All firms involved required expertise from their hub offices to support their smaller, satellite offices in Shanghai. Glumac's MEP, commissioning, energy and daylight modeling and sustainability experts partnered with their counterparts in the Shanghai office. Gensler's Seattle, Washington office did the same with their Shanghai office as well as Shimizu's Tokyo, Japan, staff with their local office in Shanghai. The goal was to collaborate in site as an integrated design team and to abide by the LBC regional requirements for consultant travel.

To streamline the design process and collaborate around-the-clock, Glumac Portland and Shanghai offices used building information modeling (BIM) software including Autodesk Revit to inform the design process very early on. Using Autodesk's Green Building Studio, the team could utilize the information in the Revit model to run studies such as energy performance using eQuest and daylight and lighting quality using AGi32.

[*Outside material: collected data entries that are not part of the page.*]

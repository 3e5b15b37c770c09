import type { Knex } from 'knex'
import type { MeasurementKind } from '../../shared/measurements/types'
import type { Bell, Ear } from './bell'
import type { Clock } from './clock'
import type { Ids } from './ids'
import type { Passwords } from './passwords'
import type { FileStorage } from './storage'
import type { TableReader } from './tableReader'

/** What services reach the outside through. Passed in, never imported, so that tests and the demo loader choose clock, ids and storage. */
export interface Deps {
  db: Knex
  clock: Clock
  ids: Ids
  storage: FileStorage
  passwords: Passwords
  /** Rung after a command has put jobs into the queue. */
  bell: Bell
  /** Waits for the bell, for whoever would ask the database again and again. */
  ear: Ear
  tables: TableReader
  /** Registered measurement kinds; tests add a toy kind. */
  kinds: Readonly<Record<string, MeasurementKind>>
  /** Public address of the web process, for links in mail. */
  origin: string
}
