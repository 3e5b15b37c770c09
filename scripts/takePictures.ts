import { mkdir, readFile } from 'node:fs/promises'
import { fileURLToPath } from 'node:url'
import type { Browser, Page } from 'playwright-core'
import { DEMO_PASSWORD } from '../shared/demo'
import { openBrowser } from '../tests/support/browser'
import { startStack } from '../tests/support/stack'

// Takes the pictures of the README from the running product with the demonstration loaded, into docs/pictures.
const WINDOW = { width: 1440, height: 900 }
const at = (path: string): string => fileURLToPath(new URL(`../${path}`, import.meta.url))

interface Picture { name: string, by: string, path: string, then?: (page: Page) => Promise<void> }

const PICTURES: readonly Picture[] = [
  { name: 'sheet', by: 'chemist', path: '/skerry/sheets/new', then: planStock },
  { name: 'instrument', by: 'physicist', path: '/skerry/instruments', then: openBay },
  { name: 'upload', by: 'chemist', path: '/skerry/series/new', then: dropFile },
  { name: 'series', by: 'chemist', path: '/skerry/series?agent=SK-09', then: openFirstSeries },
  { name: 'checks', by: 'physicist', path: '/skerry/checks', then: openWaitingFit },
  { name: 'stability', by: 'chemist', path: '/skerry/stability' },
  { name: 'map', by: 'lead', path: '/skerry/map?agent=SK-07' },
]

async function dropFile(page: Page): Promise<void> {
  const name = 'try-me_SK-08_A1.csv'
  await page.locator('input[type=file]').setInputFiles({ name, mimeType: 'text/csv', buffer: await readFile(at(`fixtures/demo/${name}`)) })
  await page.getByRole('button', { name: 'Store and fit' }).waitFor()
}

async function planStock(page: Page): Promise<void> {
  await page.getByLabel('Agent', { exact: true }).fill('SK-08')
  await page.getByLabel('Batch', { exact: true }).fill('A1')
  await page.getByRole('textbox', { name: 'Stock', exact: true }).fill('10.2')
  await page.getByRole('textbox', { name: 'standard error', exact: true }).fill('0.15')
  await page.getByLabel('Title', { exact: true }).fill('SK-08 A1, T1 in plasma')
}

async function openBay(page: Page): Promise<void> {
  await page.getByRole('link', { name: 'Bay 3', exact: true }).click()
  await page.getByText('sessions', { exact: true }).first().waitFor()
}

async function openFirstSeries(page: Page): Promise<void> {
  await page.getByRole('link', { name: 'SK-09', exact: true }).first().click()
  await page.getByText('Versions', { exact: true }).waitFor()
}

async function openWaitingFit(page: Page): Promise<void> {
  await page.getByRole('link', { name: /SK-12/ }).first().click()
  await page.getByText('Slope', { exact: true }).waitFor()
}

async function signIn(page: Page, who: string): Promise<void> {
  await page.goto('/sign-in')
  await alive(page)
  await page.getByLabel('E-mail').fill(`${who}@skerry.example`)
  await page.getByLabel('Password', { exact: true }).fill(DEMO_PASSWORD)
  await page.getByRole('button', { name: 'Sign in', exact: true }).click()
  await page.waitForURL(url => url.pathname !== '/sign-in')
}

async function alive(page: Page): Promise<void> {
  await page.waitForFunction(() => (window as unknown as { useNuxtApp?: () => { isHydrating: boolean } }).useNuxtApp?.().isHydrating === false)
}

async function take(browser: Browser, baseURL: string, { name, by, path, then }: Picture): Promise<void> {
  const context = await browser.newContext({ baseURL, viewport: WINDOW, colorScheme: 'light', reducedMotion: 'reduce' })
  const page = await context.newPage()
  await signIn(page, by)
  await page.goto(path)
  await alive(page)
  await then?.(page)
  await page.evaluate(() => document.fonts.ready.then(() => undefined))
  await page.waitForTimeout(1_500)
  await page.screenshot({ path: at(`docs/pictures/${name}.png`) })
  await context.close()
}

await mkdir(at('docs/pictures'), { recursive: true })
const stack = await startStack({ withDemo: true })
const browser = await openBrowser()
try {
  for (const picture of PICTURES) await take(browser, stack.baseURL, picture)
}
finally {
  await browser.close()
  await stack.stop()
}
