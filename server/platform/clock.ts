/** Domain time. Leases, expiries of locks and limits use the database's own clock instead, so that several processes agree. */
export interface Clock { now: () => Date }

export const systemClock: Clock = { now: () => new Date() }

/** A clock for tests and for loading demo data: stands where it is put. */
export function fixedClock(start: Date): Clock & { set: (to: Date) => void, advance: (ms: number) => void } {
  let at = start
  return {
    now: () => at,
    set: (to) => { at = to },
    advance: (ms) => { at = new Date(at.getTime() + ms) },
  }
}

The quality of the design and the software tools used are only as good as a team's ability to communicate effectively. That said, the Shanghai and U.S.-based project teams became global communication-media junkies by testing an array of tools to host workshops, brainstorming sessions and to collaborate on a daily basis. Online video and audio tools, such as FaceTime, Skype, GoToMeeting, Adobe Connect, Dropbox, SharePoint, Deltek Vision and Glumac's intranet, enabled low-cost, real-time interaction and reliable (well, sometimes) communication streams for meeting and information sharing. Last, the U.S. team had to take the majority of night calls and work split shifts to accommodate the 15-hour time difference.

A new beginning

While this project is the first-registered project to target the Living Building Challenge in Asia, there is yet more work to do and great opportunity to positively impact the built environment throughout the region. The hope is that the finished project improves the quality of life of the Shanghai staff and the other building tenants as well as the surrounding community, and that this flagship project becomes a path for others to leverage and help take more strides toward sustainability throughout Asia in the future.